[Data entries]
- Opening Delimiter -
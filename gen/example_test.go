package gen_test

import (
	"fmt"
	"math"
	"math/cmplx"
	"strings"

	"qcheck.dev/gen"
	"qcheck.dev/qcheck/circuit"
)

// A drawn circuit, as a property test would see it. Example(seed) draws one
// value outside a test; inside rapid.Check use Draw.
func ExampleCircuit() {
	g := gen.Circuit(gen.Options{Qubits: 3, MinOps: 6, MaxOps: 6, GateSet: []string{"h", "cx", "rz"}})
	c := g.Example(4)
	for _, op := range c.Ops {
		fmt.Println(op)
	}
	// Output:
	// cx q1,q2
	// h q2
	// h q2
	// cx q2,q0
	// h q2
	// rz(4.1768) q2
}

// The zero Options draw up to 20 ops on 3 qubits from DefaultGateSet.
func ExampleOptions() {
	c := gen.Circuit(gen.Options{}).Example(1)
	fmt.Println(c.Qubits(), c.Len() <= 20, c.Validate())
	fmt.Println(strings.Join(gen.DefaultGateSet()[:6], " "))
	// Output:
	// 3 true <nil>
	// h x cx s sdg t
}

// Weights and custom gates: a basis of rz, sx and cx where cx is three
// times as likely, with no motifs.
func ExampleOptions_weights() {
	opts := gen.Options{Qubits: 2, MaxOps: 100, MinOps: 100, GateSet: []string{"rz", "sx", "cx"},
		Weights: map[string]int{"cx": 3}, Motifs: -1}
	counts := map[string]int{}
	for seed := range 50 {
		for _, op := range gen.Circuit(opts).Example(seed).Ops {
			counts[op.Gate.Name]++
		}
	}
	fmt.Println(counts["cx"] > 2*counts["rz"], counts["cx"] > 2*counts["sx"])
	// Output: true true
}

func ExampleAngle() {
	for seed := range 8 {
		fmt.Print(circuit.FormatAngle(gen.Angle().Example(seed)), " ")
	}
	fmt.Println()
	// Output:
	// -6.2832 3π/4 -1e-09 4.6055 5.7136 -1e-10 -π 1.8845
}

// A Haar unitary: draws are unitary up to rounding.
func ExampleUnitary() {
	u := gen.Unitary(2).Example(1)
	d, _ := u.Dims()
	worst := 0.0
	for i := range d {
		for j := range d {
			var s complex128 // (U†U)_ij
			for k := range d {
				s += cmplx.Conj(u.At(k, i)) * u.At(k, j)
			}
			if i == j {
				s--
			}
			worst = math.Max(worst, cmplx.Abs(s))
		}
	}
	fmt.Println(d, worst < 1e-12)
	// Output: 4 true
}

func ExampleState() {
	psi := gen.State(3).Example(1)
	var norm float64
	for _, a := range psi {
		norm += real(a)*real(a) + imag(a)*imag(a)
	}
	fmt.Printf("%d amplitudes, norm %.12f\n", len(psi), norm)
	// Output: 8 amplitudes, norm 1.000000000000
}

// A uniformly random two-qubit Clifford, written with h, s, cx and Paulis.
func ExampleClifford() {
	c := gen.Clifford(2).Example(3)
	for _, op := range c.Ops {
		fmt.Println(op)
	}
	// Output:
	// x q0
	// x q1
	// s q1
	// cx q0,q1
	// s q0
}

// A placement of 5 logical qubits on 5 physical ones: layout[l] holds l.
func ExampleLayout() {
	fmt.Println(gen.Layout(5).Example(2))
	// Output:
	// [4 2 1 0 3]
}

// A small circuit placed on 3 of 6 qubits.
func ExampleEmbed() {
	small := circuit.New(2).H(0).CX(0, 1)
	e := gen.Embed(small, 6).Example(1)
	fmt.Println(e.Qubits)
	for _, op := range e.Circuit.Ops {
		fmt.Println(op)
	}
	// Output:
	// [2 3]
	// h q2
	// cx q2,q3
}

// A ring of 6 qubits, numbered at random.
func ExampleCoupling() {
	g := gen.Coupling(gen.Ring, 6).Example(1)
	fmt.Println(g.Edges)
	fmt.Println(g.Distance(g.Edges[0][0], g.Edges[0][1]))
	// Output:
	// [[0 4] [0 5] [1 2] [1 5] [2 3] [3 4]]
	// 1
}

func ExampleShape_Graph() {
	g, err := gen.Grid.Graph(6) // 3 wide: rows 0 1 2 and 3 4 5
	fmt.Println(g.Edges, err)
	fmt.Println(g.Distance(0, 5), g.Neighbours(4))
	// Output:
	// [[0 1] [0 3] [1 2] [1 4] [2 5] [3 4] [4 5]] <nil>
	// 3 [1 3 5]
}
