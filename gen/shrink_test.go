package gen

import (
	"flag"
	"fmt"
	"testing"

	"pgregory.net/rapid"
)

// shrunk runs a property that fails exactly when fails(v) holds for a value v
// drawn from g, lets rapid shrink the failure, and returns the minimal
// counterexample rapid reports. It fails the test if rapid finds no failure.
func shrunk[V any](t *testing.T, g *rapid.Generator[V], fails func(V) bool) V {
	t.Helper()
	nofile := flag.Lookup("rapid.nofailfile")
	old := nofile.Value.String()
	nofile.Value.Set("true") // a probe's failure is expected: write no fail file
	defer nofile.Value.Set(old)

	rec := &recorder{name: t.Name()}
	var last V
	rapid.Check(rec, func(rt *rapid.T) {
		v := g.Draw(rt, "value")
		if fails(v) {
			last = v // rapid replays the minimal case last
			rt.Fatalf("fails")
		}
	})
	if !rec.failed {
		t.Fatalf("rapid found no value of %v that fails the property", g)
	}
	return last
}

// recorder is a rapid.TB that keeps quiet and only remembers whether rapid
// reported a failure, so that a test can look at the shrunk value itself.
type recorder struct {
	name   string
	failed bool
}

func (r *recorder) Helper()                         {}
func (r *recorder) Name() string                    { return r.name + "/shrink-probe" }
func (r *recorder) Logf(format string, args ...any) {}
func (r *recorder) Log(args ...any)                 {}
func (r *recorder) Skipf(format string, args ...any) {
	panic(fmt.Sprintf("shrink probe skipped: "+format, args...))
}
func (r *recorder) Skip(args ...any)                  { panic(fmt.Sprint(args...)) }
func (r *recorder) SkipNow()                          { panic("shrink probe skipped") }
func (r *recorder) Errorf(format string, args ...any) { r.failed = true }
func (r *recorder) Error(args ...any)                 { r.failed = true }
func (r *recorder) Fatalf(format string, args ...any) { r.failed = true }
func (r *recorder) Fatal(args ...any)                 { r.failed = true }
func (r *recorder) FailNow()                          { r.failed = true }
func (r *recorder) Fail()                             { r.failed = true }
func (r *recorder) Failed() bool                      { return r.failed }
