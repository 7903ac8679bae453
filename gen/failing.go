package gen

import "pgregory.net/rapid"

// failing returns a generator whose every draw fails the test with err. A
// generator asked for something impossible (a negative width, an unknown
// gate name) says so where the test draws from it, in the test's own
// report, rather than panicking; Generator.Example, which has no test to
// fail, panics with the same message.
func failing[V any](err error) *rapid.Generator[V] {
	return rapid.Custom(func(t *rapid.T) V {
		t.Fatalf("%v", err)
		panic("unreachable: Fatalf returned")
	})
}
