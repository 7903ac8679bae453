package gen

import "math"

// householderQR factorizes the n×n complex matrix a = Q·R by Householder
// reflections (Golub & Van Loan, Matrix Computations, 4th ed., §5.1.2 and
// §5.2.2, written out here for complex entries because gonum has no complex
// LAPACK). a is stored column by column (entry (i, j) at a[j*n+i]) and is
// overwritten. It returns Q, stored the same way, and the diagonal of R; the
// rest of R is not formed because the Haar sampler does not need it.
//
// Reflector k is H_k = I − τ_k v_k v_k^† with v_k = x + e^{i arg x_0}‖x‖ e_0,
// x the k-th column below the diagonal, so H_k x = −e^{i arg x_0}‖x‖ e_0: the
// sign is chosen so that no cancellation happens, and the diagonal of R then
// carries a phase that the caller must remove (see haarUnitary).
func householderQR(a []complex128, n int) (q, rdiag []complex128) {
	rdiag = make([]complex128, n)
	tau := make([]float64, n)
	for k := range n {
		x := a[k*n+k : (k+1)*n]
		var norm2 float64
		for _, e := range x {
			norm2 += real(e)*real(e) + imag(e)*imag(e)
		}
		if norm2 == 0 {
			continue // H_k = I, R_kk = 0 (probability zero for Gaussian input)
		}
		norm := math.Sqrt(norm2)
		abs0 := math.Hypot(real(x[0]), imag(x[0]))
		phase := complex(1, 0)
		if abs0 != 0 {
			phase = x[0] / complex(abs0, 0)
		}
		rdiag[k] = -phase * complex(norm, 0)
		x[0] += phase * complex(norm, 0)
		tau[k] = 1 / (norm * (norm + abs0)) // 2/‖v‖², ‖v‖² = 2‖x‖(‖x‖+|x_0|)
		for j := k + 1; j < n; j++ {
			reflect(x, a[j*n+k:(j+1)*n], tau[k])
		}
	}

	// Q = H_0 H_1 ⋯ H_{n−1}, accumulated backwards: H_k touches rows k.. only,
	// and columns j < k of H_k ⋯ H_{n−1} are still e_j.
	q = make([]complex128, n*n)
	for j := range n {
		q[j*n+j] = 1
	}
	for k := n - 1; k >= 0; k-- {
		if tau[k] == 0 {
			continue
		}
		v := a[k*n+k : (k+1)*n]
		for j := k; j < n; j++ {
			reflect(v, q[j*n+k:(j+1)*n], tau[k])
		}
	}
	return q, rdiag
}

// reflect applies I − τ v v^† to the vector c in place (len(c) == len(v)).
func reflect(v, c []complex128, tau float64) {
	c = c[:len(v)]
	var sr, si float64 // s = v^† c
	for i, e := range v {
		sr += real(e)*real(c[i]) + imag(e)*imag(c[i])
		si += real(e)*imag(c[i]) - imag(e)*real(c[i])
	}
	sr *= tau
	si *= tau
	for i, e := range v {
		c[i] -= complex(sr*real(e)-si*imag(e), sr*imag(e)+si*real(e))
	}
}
- Closing Delimiter -
[Task to complete] Output an exact copy of the lines from the one holding "has no complex" to the last line of the data, inclusive, and nothing beyond that range.

[Output for this task]
// §5.2.2, written out here for complex entries because gonum has no complex
// LAPACK). a is stored column by column (entry (i, j) at a[j*n+i]) and is
// overwritten. It returns Q, stored the same way, and the diagonal of R; the
// rest of R is not formed because the Haar sampler does not need it.
//
// Reflector k is H_k = I − τ_k v_k v_k^† with v_k = x + e^{i arg x_0}‖x‖ e_0,
// x the k-th column below the diagonal, so H_k x = −e^{i arg x_0}‖x‖ e_0: the
// sign is chosen so that no cancellation happens, and the diagonal of R then
// carries a phase that the caller must remove (see haarUnitary).
func householderQR(a []complex128, n int) (q, rdiag []complex128) {
	rdiag = make([]complex128, n)
	tau := make([]float64, n)
	for k := range n {
		x := a[k*n+k : (k+1)*n]
		var norm2 float64
		for _, e := range x {
			norm2 += real(e)*real(e) + imag(e)*imag(e)
		}
		if norm2 == 0 {
			continue // H_k = I, R_kk = 0 (probability zero for Gaussian input)
		}
		norm := math.Sqrt(norm2)
		abs0 := math.Hypot(real(x[0]), imag(x[0]))
		phase := complex(1, 0)
		if abs0 != 0 {
			phase = x[0] / complex(abs0, 0)
		}
		rdiag[k] = -phase * complex(norm, 0)
		x[0] += phase * complex(norm, 0)
		tau[k] = 1 / (norm * (norm + abs0)) // 2/‖v‖², ‖v‖² = 2‖x‖(‖x‖+|x_0|)
		for j := k + 1; j < n; j++ {
			reflect(x, a[j*n+k:(j+1)*n], tau[k])
		}
	}

	// Q = H_0 H_1 ⋯ H_{n−1}, accumulated backwards: H_k touches rows k.. only,
	// and columns j < k of H_k ⋯ H_{n−1} are still e_j.
	q = make([]complex128, n*n)
	for j := range n {
		q[j*n+j] = 1
	}
	for k := n - 1; k >= 0; k-- {
		if tau[k] == 0 {
			continue
		}
		v := a[k*n+k : (k+1)*n]
		for j := k; j < n; j++ {
			reflect(v, q[j*n+k:(j+1)*n], tau[k])
		}
	}
	return q, rdiag
}

// reflect applies I − τ v v^† to the vector c in place (len(c) == len(v)).
func reflect(v, c []complex128, tau float64) {
	c = c[:len(v)]
	var sr, si float64 // s = v^† c
	for i, e := range v {
		sr += real(e)*real(c[i]) + imag(e)*imag(c[i])
		si += real(e)*imag(c[i]) - imag(e)*real(c[i])
	}
	sr *= tau
	si *= tau
	for i, e := range v {
		c[i] -= complex(sr*real(e)-si*imag(e), sr*imag(e)+si*real(e))
	}
}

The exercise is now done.